I do not see whats wrong with using pressure fittings on a DWV system. The Pressure 90º ells have more of a sweep than the DWV ones, Only fitting missing is a santee but you can use a wye with a 45º ell in its place.


----------



## leak1 (Mar 25, 2009)

:yes::yes::yes:


----------



## DUNBAR PLUMBING (Sep 11, 2008)

Protech said:


> why am i not suprised​


 

*What? Hello?*


----------



## 422 plumber (Jul 31, 2008)

SewerRatz said:


> When you all cut your copper pipe do you ream the inside and outside of the pipe?


Yes.


----------



## 422 plumber (Jul 31, 2008)

SewerRatz said:


> I always used a reamer on the inside and outside of the pipe. I noticed Sharkbite sells a tool to remove the sharp edge on the outside of the pipe so you do not cut the o-ring putting it on.


I've got it.


----------



## 422 plumber (Jul 31, 2008)

I bought about 80 foot of 1.5" dwv from a local hardware store getting rid of it's plumbing stuff. The price was 12.77 per ten footer. The scrap price was about double that, but I held on to it. It's nice, when ever i use it, the customer gets charged for the whole ten foot at whatever the current price is. I am putting some tomorrow in Chicago. I will try and post pics, it's at a a plant where you are not supposed to take pictures of anything.


----------



## leak1 (Mar 25, 2009)

dunbars always got a trick up his sleeve!!!!:yes::yes::yes:


----------



## DUNBAR PLUMBING (Sep 11, 2008)

leak1 said:


> dunbars always got a trick up his sleeve!!!!:yes::yes::yes:


 

Wait till you see the copper dwv I replaced. I took video and stills, very proud of my workmanship and it will sell other jobs.

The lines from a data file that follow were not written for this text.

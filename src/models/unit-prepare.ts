/** The unit model as the pipeline sees it (see src/models/prepared.ts). */
import { unitEblup } from '../summaries/frequentist-unit.js';
import type { Settings } from '../config/types.js';
import { formatNumber } from '../data/area.js';
import type { UnitData } from '../data/unit-data.js';
import type { FileFingerprint } from '../data/types.js';
import { UserError } from '../errors.js';
import { exactUnitPosterior } from '../summaries/exact-unit.js';
import { unitModelChecks } from '../summaries/model-checks-unit.js';
import type { Rng } from '../sampler/rng.js';
import { normal } from '../sampler/variates.js';
import type { PreparedFit, SiteInputs } from './prepared.js';
import { unitQuantities } from './unit.js';

/**
 * Per-site survey figures: the direct estimate is the site's sample mean ȳ_i (NaN where n = 0),
 * its standard error the usual s_i/√n_i with s_i² = Σ_j (y_ij − ȳ_i)²/(n_i − 1) (NaN where
 * n < 2; simple random sampling within the site, common practice). The covariates of the
 * outside-the-range check are the population means X̄_i, the values the estimate is made at.
 */
export function unitSiteInputs(data: UnitData): SiteInputs {
  const { m, p } = data;
  const direct = new Float64Array(m).fill(Number.NaN);
  const directSe = new Float64Array(m).fill(Number.NaN);
  const sampled = new Uint8Array(m);
  const q = p - 1;
  const covariates = new Float64Array(m * q);
  for (let i = 0; i < m; i++) {
    const n = data.n[i];
    if (n > 0) {
      sampled[i] = 1;
      direct[i] = data.ybar[i];
      if (n >= 2) directSe[i] = Math.sqrt(data.withinY[i] / (n - 1) / n);
    }
    for (let j = 0; j < q; j++) covariates[i * q + j] = data.populationMeans[i * p + j + 1];
  }
  return {
    m,
    siteIds: data.siteIds,
    labels: data.labels,
    n: Float64Array.from(data.n),
    direct,
    directSe,
    sampled,
    outsideRangeReason: "site's covariate means outside the range of sampled sites",
    covariates,
    covariateNames: data.coefficientNames.slice(1),
  };
}

/**
 * Posterior mean over draws of the weight on the site's own data: γ_i = σ_u²/(σ_u² + σ_e²/n_i),
 * the factor on ȳ_i − x̄_iᵀβ in E[u_i | β, σ's, y] (Battese, Harter & Fuller 1988). For the
 * finite-population target the site's sampled units enter with weight f_i = n_i/N_i as they are,
 * so the weight is f_i + (1 − f_i)γ_i. 0 for unsampled sites.
 */
export function unitWeights(data: UnitData, siteSdDraws: Float64Array, unitSdDraws: Float64Array): Float64Array {
  const weights = new Float64Array(data.m);
  const draws = siteSdDraws.length;
  for (let i = 0; i < data.m; i++) {
    const n = data.n[i];
    if (n === 0) continue;
    let sum = 0;
    for (let d = 0; d < draws; d++) {
      const s2 = siteSdDraws[d] * siteSdDraws[d];
      sum += s2 / (s2 + (unitSdDraws[d] * unitSdDraws[d]) / n);
    }
    const gamma = sum / draws;
    const f = data.finitePopulation ? Math.min(n / data.populationSize[i], 1) : 0;
    weights[i] = f + (1 - f) * gamma;
  }
  return weights;
}

/** How the sampling error enters, in words for the appendix. */
export function unitNote(data: UnitData): string {
  const unsampled = data.m - data.sampledSites;
  const target = data.finitePopulation
    ? 'the finite-population mean of each site (its sampled units as observed, plus model predictions for the units not sampled, from the population sizes N_i)'
    : 'X̄_iᵀβ + u_i for each site, with X̄_i the population means of the covariates from the sites file';
  return (
    `Unit-level model on ${formatNumber(data.units, 12)} units in ${data.sampledSites} sampled sites` +
    (unsampled > 0 ? ` (${unsampled} site${unsampled === 1 ? '' : 's'} without a sample get the synthetic estimate)` : '') +
    `: a site's sample mean of "${data.responseName}" has sampling variance σ_e²/n_i, with the within-site sd σ_e learned from the units. ` +
    `Target: ${target}.`
  );
}

/**
 * Exact posterior means of every monitored quantity by 2-D quadrature (the sampler certificate).
 * Means only, on a grid of half the tests' density (spacing half a conditional sd): the
 * trapezoid rule's error there is of order e^{−2π²·4} ≈ 1e-34 for a Gaussian-shaped integrand
 * (Trefethen & Weideman 2014), far below any Monte Carlo error it is compared with.
 */
export function unitExactMeans(settings: Settings, data: UnitData): Map<string, number> {
  const { priors } = settings.model;
  const exact = exactUnitPosterior(data, { coefficients: priors.coefficients, site_sd: priors.site_sd, unit_sd: priors.unit_sd }, { meansOnly: true, spacingFactor: 2 });
  const means = new Map<string, number>();
  data.coefficientNames.forEach((name, j) => means.set(`coef:${name}`, exact.coefficients[j].mean));
  means.set('site_sd', exact.siteSd.mean);
  means.set('unit_sd', exact.unitSd.mean);
  data.siteIds.forEach((id, i) => means.set(`site:${id}`, exact.sites[i].mean));
  return means;
}

/**
 * Draws of x̄_iᵀβ + u_i, the model's mean of site i's sample mean, for the model checks (sampled
 * sites). The kernel records the target μ_i, not u_i. For the population-mean target
 * μ_i = X̄_iᵀβ + u_i, so x̄_iᵀβ + u_i = μ_i + (x̄_i − X̄_i)ᵀβ exactly, draw by draw. For the
 * finite-population target μ_i also holds the draw of the non-sampled units' mean error, so u_i
 * is drawn afresh from its full conditional u_i | β, σ_u, σ_e, y ~ N(γ_i(ȳ_i − x̄_iᵀβ), γ_i σ_e²/n_i),
 * γ_i = σ_u²/(σ_u² + σ_e²/n_i) (Battese, Harter & Fuller 1988; step 4 of src/models/unit.ts), which
 * with the recorded (β, σ_u, σ_e) is a draw from the joint posterior.
 */
export function unitSampleMeanDraws(data: UnitData, pooled: (quantity: string) => Float64Array, rng: Rng): (site: number) => Float64Array {
  const { p } = data;
  const beta = data.coefficientNames.map((name) => pooled(`coef:${name}`));
  const siteSd = pooled('site_sd');
  const unitSd = pooled('unit_sd');
  const S = siteSd.length;
  return (i) => {
    const out = new Float64Array(S);
    const n = data.n[i];
    if (!data.finitePopulation) {
      const mu = pooled(`site:${data.siteIds[i]}`);
      for (let k = 0; k < S; k++) {
        let shift = 0;
        for (let j = 0; j < p; j++) shift += (data.xbar[i * p + j] - data.populationMeans[i * p + j]) * beta[j][k];
        out[k] = mu[k] + shift;
      }
      return out;
    }
    for (let k = 0; k < S; k++) {
      let eta = 0;
      for (let j = 0; j < p; j++) eta += data.xbar[i * p + j] * beta[j][k];
      const s2 = siteSd[k] * siteSd[k];
      const noise = (unitSd[k] * unitSd[k]) / n;
      const gamma = s2 / (s2 + noise);
      out[k] = eta + gamma * (data.ybar[i] - eta) + Math.sqrt(gamma * noise) * normal(rng);
    }
    return out;
  };
}

export function prepareUnit(settings: Settings, data: UnitData, files: FileFingerprint[]): PreparedFit {
  if (settings.sampling.method === 'plain') {
    throw new UserError('config', `${settings.config_path}: sampling.method: plain is available for the area model only; the unit model always uses the collapsed sampler (remove sampling.method)`);
  }
  return {
    kind: 'unit',
    spec: {
      kind: 'unit',
      data,
      coefficients: settings.model.priors.coefficients,
      siteSd: settings.model.priors.site_sd,
      unitSd: settings.model.priors.unit_sd,
    },
    quantities: unitQuantities(data),
    coefficientNames: data.coefficientNames,
    sites: unitSiteInputs(data),
    files,
    varianceNote: unitNote(data),
    weightDirect: (pooled) => unitWeights(data, pooled('site_sd'), pooled('unit_sd')),
    exactMeans: () => unitExactMeans(settings, data),
    frequentist: () => unitEblup(data),
    modelChecks: (pooled, estimates, rng) =>
      unitModelChecks(
        { siteIds: data.siteIds, n: data.n, ybar: data.ybar, xbar: data.xbar, p: data.p },
        unitSampleMeanDraws(data, pooled, rng),
        data.coefficientNames.map((name) => pooled(`coef:${name}`)),
        pooled('site_sd'),
        pooled('unit_sd'),
        estimates,
        rng,
      ),
  };
}
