export function collapsedAreaKernel(spec: AreaModelSpec): Kernel<CollapsedState> {
  const d = pack(spec);
  const { data, siteSd } = spec;
  const { p } = data;
  return {
    quantities: areaQuantities(data),
    init(rng) {
      const work = createMarginalWork(d);
      const logSigma = startingLogSigma(d, rng);
      const sigma = Math.exp(logSigma);
      return {
        sigma,
        logTarget: logMarginalLogSigma(logSigma, d, siteSd, work),
        scale: 'log',
        widthLog: 1,
        widthLinear: sigma,
        beta: new Float64Array(p),
        theta: new Float64Array(data.m),
        work,
        tune: new Float64Array(9),
      };
    },
    step(state, rng, phase, iteration) {
      const scale = scaleForSweep(state, phase, iteration);
      const previousSigma = state.sigma;
      sliceUpdateSigma(state, scale, d, siteSd, rng);
      drawBetaFromFactor(state, p, rng);
      drawTheta(state.theta, data, state.beta, state.sigma * state.sigma, rng);
      tuneSlice(state, scale, previousSigma, phase, iteration);
      return state;
    },
    record(state, out, stride, offset) {
      recordQuantities(state.beta, state.sigma, state.theta, out, stride, offset);
    },
  };
}

function recordQuantities(
  beta: Float64Array,
  sigma: number,
  theta: Float64Array,
  out: Float64Array,
  stride: number,
  offset: number,
): void {
  let q = 0;
  for (let j = 0; j < beta.length; j++) out[q++ * stride + offset] = beta[j];
  out[q++ * stride + offset] = sigma;
  for (let i = 0; i < theta.length; i++) out[q++ * stride + offset] = theta[i];
}

// ---------------------------------------------------------------------------------------------
// Plain Gibbs sampler (for comparison)

export interface PlainState {
  beta: Float64Array;
  theta: Float64Array;
  sigma2: number;
  /** Huang & Wand auxiliary variable (half-Cauchy prior only). */
  aux: number;
  P: Float64Array;
  b: Float64Array;
}

/** σ² | θ, β (and the auxiliary variable), conjugate for each hyperprior. */
function drawSigma2Plain(state: PlainState, sumSquares: number, m: number, prior: ScalePrior, rng: Rng): void {
  switch (prior.kind) {
    case 'uniform': // p(σ²) ∝ (σ²)^(−1/2)
      state.sigma2 = inverseGamma(rng, (m - 1) / 2, sumSquares / 2);
      return;
    case 'inverse_gamma':
      state.sigma2 = inverseGamma(rng, prior.shape + m / 2, prior.scale + sumSquares / 2);
      return;
    case 'half_cauchy': {
      // σ² | a ~ IG(1/2, 1/a), a ~ IG(1/2, 1/A²) gives σ ~ half-Cauchy(A) (Huang & Wand 2013).
      state.sigma2 = inverseGamma(rng, (1 + m) / 2, 1 / state.aux + sumSquares / 2);
      state.aux = inverseGamma(rng, 1, 1 / state.sigma2 + 1 / (prior.scale * prior.scale));
      return;
    }
  }
}

export function plainAreaKernel(spec: AreaModelSpec): Kernel<PlainState> {
  const d = pack(spec);
  const { data, siteSd } = spec;
  const { p, m, X } = data;
  const xtx = new Float64Array(p * p);
  for (let i = 0; i < m; i++)
    for (let j = 0; j < p; j++)
      for (let l = 0; l <= j; l++) xtx[j * p + l] += X[i * p + j] * X[i * p + l];
  return {
    quantities: areaQuantities(data),
    init(rng) {
      const sigma2 = Math.exp(2 * startingLogSigma(d, rng));
      const state: PlainState = {
        beta: new Float64Array(p),
        theta: new Float64Array(m),
        sigma2,
        aux: 1 / gamma(rng, 0.5),
        P: new Float64Array(p * p),
        b: new Float64Array(p),
      };
      for (let i = 0; i < m; i++) state.theta[i] = data.hasData[i] ? data.direct[i] : d.y[0];
      return state;
    },
    step(state, rng) {
      // β | θ, σ²: regression of θ on X with variance σ².
      const { P, b, beta, theta } = state;
      for (let j = 0; j < p * p; j++) P[j] = xtx[j] / state.sigma2;
      b.fill(0);
      for (let i = 0; i < m; i++) for (let j = 0; j < p; j++) b[j] += (X[i * p + j] * theta[i]) / state.sigma2;
      for (let j = 0; j < p; j++) {
        P[j * p + j] += d.priorPrecision;
        b[j] += d.priorPrecisionMean;
      }
      choleskyLower(P, p);
      solveLowerInPlace(P, p, b);
      for (let j = 0; j < p; j++) beta[j] = b[j] + normal(rng);
      solveUpperTransposedInPlace(P, p, beta);
      // σ² | θ, β
      let sumSquares = 0;
      for (let i = 0; i < m; i++) sumSquares += (theta[i] - linearPredictor(X, p, i, beta)) ** 2;
      drawSigma2Plain(state, sumSquares, m, siteSd, rng);
      // θ | β, σ², y
      drawTheta(theta, data, beta, state.sigma2, rng);
      return state;
    },
    record(state, out, stride, offset) {
      recordQuantities(state.beta, Math.sqrt(state.sigma2), state.theta, out, stride, offset);
    },
  };
}

export function areaKernel(spec: AreaModelSpec): Kernel<CollapsedState> | Kernel<PlainState> {
  return spec.method === 'plain' ? plainAreaKernel(spec) : collapsedAreaKernel(spec);
}
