const PHYSICS: Record<string, Physics> = {
  SUNZENITH: (_f, _a, raw, out) => {
    const alt = value('SUNALTITUDE', SUN_FUNCTIONS_OF(raw))!;
    must(near(single(out)!, 90 - alt, 1e-9), `SUNZENITH ${single(out)} is not 90 − altitude ${alt}`);
  },
  SOLARTIME: (_f, _a, _raw, out) => must(single(out)! < 24, 'SOLARTIME reached 24'),
  SUNAZIMUTH: (_f, _a, _raw, out) => must(single(out)! < 360, 'SUNAZIMUTH reached 360'),
  SUNRISE: (_f, a, _raw, out) => eventOnDay('SUNRISE', a, out),
  SOLARNOON: (_f, a, _raw, out) => eventOnDay('SOLARNOON', a, out),
  SUNSET: (_f, a, _raw, out) => eventOnDay('SUNSET', a, out),
  PROFILEANGLE: (_f, a, _raw, out) => {
    const v = single(out);
    if (v === undefined) return;
    // tan Ω = tan β / cos γ with |γ| < 90°: the profile angle is at least as steep as the altitude
    const beta = a.sunAltitude as number;
    must(beta >= 0 ? v >= beta - 1e-9 : v <= beta + 1e-9, `PROFILEANGLE ${v} less steep than the altitude ${beta}`);
  },
  INCIDENCEANGLE: (_f, a, _raw, out) => {
    // a horizontal surface sees the sun at 90° − altitude
    if (a.surfaceTilt === 0) must(near(single(out)!, 90 - (a.sunAltitude as number), 1e-9), 'INCIDENCEANGLE on a horizontal surface is not 90 − altitude');
  },
  OVERHANGSUNLIT: (fn, a, raw, out, c) => {
    sunDownGivesZero(fn, a, out);
    deeperNeverRaises(fn, raw, a, ['overhangProjection'], c.bump);
  },
  FINSUNLIT: (fn, a, raw, out, c) => {
    sunDownGivesZero(fn, a, out);
    deeperNeverRaises(fn, raw, a, ['leftFinProjection', 'rightFinProjection'], c.bump);
  },
  SUNLITFRACTION: (fn, a, raw, out, c) => {
    sunDownGivesZero(fn, a, out);
    deeperNeverRaises(fn, raw, a, ['overhangProjection', 'leftFinProjection', 'rightFinProjection', 'revealDepth'], c.bump);
  },
  WINDOWSUNLIT: (fn, a, raw, out, c) => {
    sunDownGivesZero(fn, a, out);
    const base = single(out)!;
    const depth = Number(fieldIn(raw[0], 'overhangProjection') ?? 0);
    const deeper = windowWith(raw[0], 'overhangProjection', Math.min(100, (Number.isFinite(depth) ? depth : 0) + c.bump * 2));
    const o = again(fn, raw, 'window', deeper);
    if (o) must(single(o)! <= base + 1e-9, `WINDOWSUNLIT: a deeper overhang raised the sunlit fraction ${base} → ${single(o)}`);
  },
  VIEWFACTORS: (fn, a, raw, out, c) => {
    viewRow(fn.name, out[0]);
    const deeper = Math.min(100, (a.overhangProjection as number) + c.bump * 2);
    const o = again(fn, raw, 'overhangProjection', deeper);
    // within the declared numerical error of 0.002 on each of the two values
    if (o) must((o[0][0] as number) <= (out[0][0] as number) + 0.004, `VIEWFACTORS: a deeper overhang raised the sky view factor ${out[0][0]} → ${o[0][0]}`);
  },
  WINDOWVIEWFACTORS: (fn, a, _raw, out) => viewRow(fn.name, out[a.headers ? 1 : 0]),
  SHADOWDEPTH: (fn, a, raw, out) => shadowScales(fn, a, raw, out),
  SHADOWWIDTH: (fn, a, raw, out) => shadowScales(fn, a, raw, out),
  AIRMASS: (fn, a, raw, out, c) => {
    const higher = Math.min(90, (a.sunAltitude as number) + c.bump * 10);
    const o = again(fn, raw, 'sunAltitude', higher)!;
    must(single(o)! <= single(out)! + 1e-9, `AIRMASS: a higher sun gave more air mass ${single(out)} → ${single(o)}`);
  },
  CLEARSKYGHI: (_f, a, raw, out) => {
    const dni = value('CLEARSKYDNI', raw)!;
    const dhi = value('CLEARSKYDHI', raw)!;
    const alt = a.sunAltitude as number;
    must(near(single(out)!, alt > 0 ? dni * Math.sin((alt * Math.PI) / 180) + dhi : 0, 1e-9), `CLEARSKYGHI ${single(out)} ≠ DNI sin h + DHI (${dni}, ${dhi}, ${alt})`);
    if (alt <= 0) must(dni === 0 && dhi === 0, 'clear sky light at night');
  },
  CLEARSKYLINKE: (_f, a, _raw, out) => {
    const [dni, dhi, ghi] = out[0] as number[];
    const alt = a.sunAltitude as number;
    must(dni >= 0 && dhi >= 0 && ghi >= 0, 'CLEARSKYLINKE: negative irradiance');
    if (alt <= 0) must(dni === 0 && dhi === 0 && ghi === 0, 'CLEARSKYLINKE: light at night');
    else must(Math.abs(dni * Math.sin((alt * Math.PI) / 180) + dhi - ghi) <= 1e-6 * Math.max(1, ghi), `CLEARSKYLINKE: DNI sin h + DHI ≠ GHI (${dni}, ${dhi}, ${ghi})`);
  },
  SPLITGLOBAL: (_f, a, _raw, out) => {
    const [dni, dhi, kt] = out[0] as number[];
    const ghi = a.ghi as number;
    const alt = a.sunAltitude as number;
    must(dni >= 0 && dhi >= 0 && kt >= 0, 'SPLITGLOBAL: a negative part');
    must(dhi <= ghi + 1e-9, `SPLITGLOBAL: diffuse ${dhi} above global ${ghi}`);
    if (alt <= 0) must(dni === 0 && near(dhi, ghi, 1e-12), 'SPLITGLOBAL: the sun down must leave all of the global diffuse');
  },
  WINDOWIRRADIANCEPARTS: (_f, a, raw, out) => {
    const [beam, sky, ground, total, incidence] = out[0] as number[];
    must(beam >= 0 && sky >= 0 && ground >= 0, 'WINDOWIRRADIANCEPARTS: a negative part');
    must(near(beam + sky + ground, total, 1e-12), `beam + sky + ground ${beam + sky + ground} ≠ total ${total}`);
    must(incidence >= 0 && incidence <= 180, `incidence ${incidence} outside 0…180`);
    // nothing direct with the sun down or behind the window (a sun 1e-300° up gives a beam of about 1e-300)
    if ((a.sunAltitude as number) <= 0 || incidence >= 90) must(beam <= 1e-9, `beam ${beam} with the sun down or behind the window`);
    must(value('WINDOWIRRADIANCE', raw) === total, 'WINDOWIRRADIANCE is not the total of WINDOWIRRADIANCEPARTS');
  },
  VERTICALDIFFUSERATIO: (_f, a, _raw, out) => {
    const r = a.skyViewRatio as number;
    must(single(out)! >= 0.45 * r - 1e-12 && single(out)! <= 1.3 * r + 1e-12, 'VERTICALDIFFUSERATIO outside 0.45…1.3 × skyViewRatio');
  },
  SHGCANGLE: (fn, a, raw, out, c) => {
    const v = single(out)!;
    must(v <= (a.shgc as number) + 1e-12, `SHGCANGLE ${v} above the rating ${a.shgc}`);
    if ((a.incidence as number) >= 90) must(v === 0, 'SHGCANGLE not 0 from 90°');
    const steeper = Math.min(180, (a.incidence as number) + c.bump * 30);
    must(single(again(fn, raw, 'incidence', steeper)!)! <= v + 1e-12, 'SHGCANGLE rose with the incidence angle');
  },
  SHGCDIFFUSE: (_f, a, _raw, out) => must(single(out)! <= (a.shgc as number) + 1e-12, 'diffuse SHGC above the rating'),
  SHGCLOOKUP: (_f, a, _raw, out) => {
    const v = single(out)!;
    const values = a.shgcValues as number[];
    const angles = a.shgcAngles as number[];
    must(v <= Math.max(...values) + 1e-12, `SHGCLOOKUP ${v} above the table's maximum ${Math.max(...values)}`);
    if ((a.incidence as number) >= 90) must(v === 0, 'SHGCLOOKUP not 0 from 90°');
    const k = angles.indexOf(a.incidence as number);
    if (k >= 0 && angles[k] < 90) must(near(v, values[k], 1e-12), `SHGCLOOKUP at a table angle ${angles[k]} gave ${v}, not ${values[k]}`);
  },
  SHGCDIFFUSELOOKUP: (_f, a, _raw, out) => {
    const max = Math.max(...(a.shgcValues as number[]));
    must(single(out)! <= max + 1e-12, `hemispherical SHGC ${single(out)} above the table's maximum ${max}`);
  },
  GLASSAREA: (_f, a, _raw, out) => {
    const wh = (a.width as number) * (a.height as number);
    must(near(single(out)!, wh * (1 - (a.frameFraction as number)), 1e-12) && single(out)! <= wh, 'GLASSAREA is not width × height × (1 − frame)');
  },
  COOLINGLOAD: (_f, a, _raw, out) => {
    // the radiant time series keeps the day's total
    const gains = a.gains as number[];
    const sumG = gains.reduce((s, x) => s + x, 0);
    const load = a.showGain === true ? 1 : 0; // with showGain the gain comes first, as given
    if (load === 1) must(out.every((r, i) => r[0] === gains[i]), 'COOLINGLOAD: the gain column is not the gains given');
    const sumQ = out.reduce((s, r) => s + (r[load] as number), 0);
    must(Math.abs(sumG - sumQ) <= 1e-6 * Math.max(1, ...gains.map(Math.abs)) * 24, `cooling load total ${sumQ} ≠ gain total ${sumG}`);
  },
  WINDOWGAIN: (fn, a, raw, out, c) => oneHourGain(fn, a, raw, out, c, false),
  SOLARGAIN: (fn, a, raw, out, c) => oneHourGain(fn, a, raw, out, c, true),
  GAINSTEPS: (fn, a, raw, out) => stepsAddUp(fn, a, raw, out, 'WINDOWGAIN'),
  SOLARGAINSTEPS: (fn, a, raw, out) => stepsAddUp(fn, a, raw, out, 'SOLARGAIN'),
  SOLARGAINPEAKS: (fn, a, _raw, out) => peaksSane(fn, a, out, ((a.window as { values: ReadonlyMap<string, unknown> }).values.get('timeConvention') as string) ?? 'hourEnding'),
  PEAKGAINS: (fn, a, _raw, out) => peaksSane(fn, a, out, a.timeConvention as string),
  SOLARGAINYEAR: (fn, a, _raw, out) => yearSane(fn, a, out, a.quantities as string[]),
  WINDOWYEAR: (fn, a, _raw, out) => yearSane(fn, a, out, a.quantity as string[]),
};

I can't remember what file I put it in on my computer but I'll find it, just not tonight.


----------



## ROCKSTARPLUMBER (Dec 14, 2008)

L is blue marked, M is red.


----------



## Optimus Primer (May 20, 2009)

we mainly use L which is blue. K which is green we use on schools and some commercial. Dwv which is yellow we hardly use. M which is red we never use.


----------



## 1703 (Jul 21, 2009)

SewerRatz said:


> This is one of the only times we can use a Sanitary tee on its back to plumb in the triple basin sinks here in Illinois either way would pass inspection.


 
We are not allowed to do that down here.


----------



## SewerRatz (Apr 25, 2009)

Colgar said:


> We are not allowed to do that down here.


 I have always used wyes with a 45 when doing the triple basin sinks. One day though I was on a job in the City of Chicago and noticed 2" tee's on there backs feeding into an indirect drain. I called up the city inspector and asked if this was right or does it need to be corrected. He said tees on there backs is only allowed in this situation since it is connecting multiple basins and is draining in an indirect drain.


----------



## ILPlumber (Jun 17, 2008)

I would like to see the section # of the code that is in. 

I try to stay up on the code. I have never heard that.


----------



## SewerRatz (Apr 25, 2009)

ILPlumber said:


> I would like to see the section # of the code that is in.
> 
> I try to stay up on the code. I have never heard that.


I have tried to find where it is allowed or disallowed. I will stick with my wyes personally.


----------



## TheMaster (Jun 12, 2009)

SewerRatz said:


> I have always used wyes with a 45 when doing the triple basin sinks. One day though I was on a job in the City of Chicago and noticed 2" tee's on there backs feeding into an indirect drain. I called up the city inspector and asked if this was right or does it need to be corrected. He said tees on there backs is only allowed in this situation since it is connecting multiple basins and is draining in an indirect drain.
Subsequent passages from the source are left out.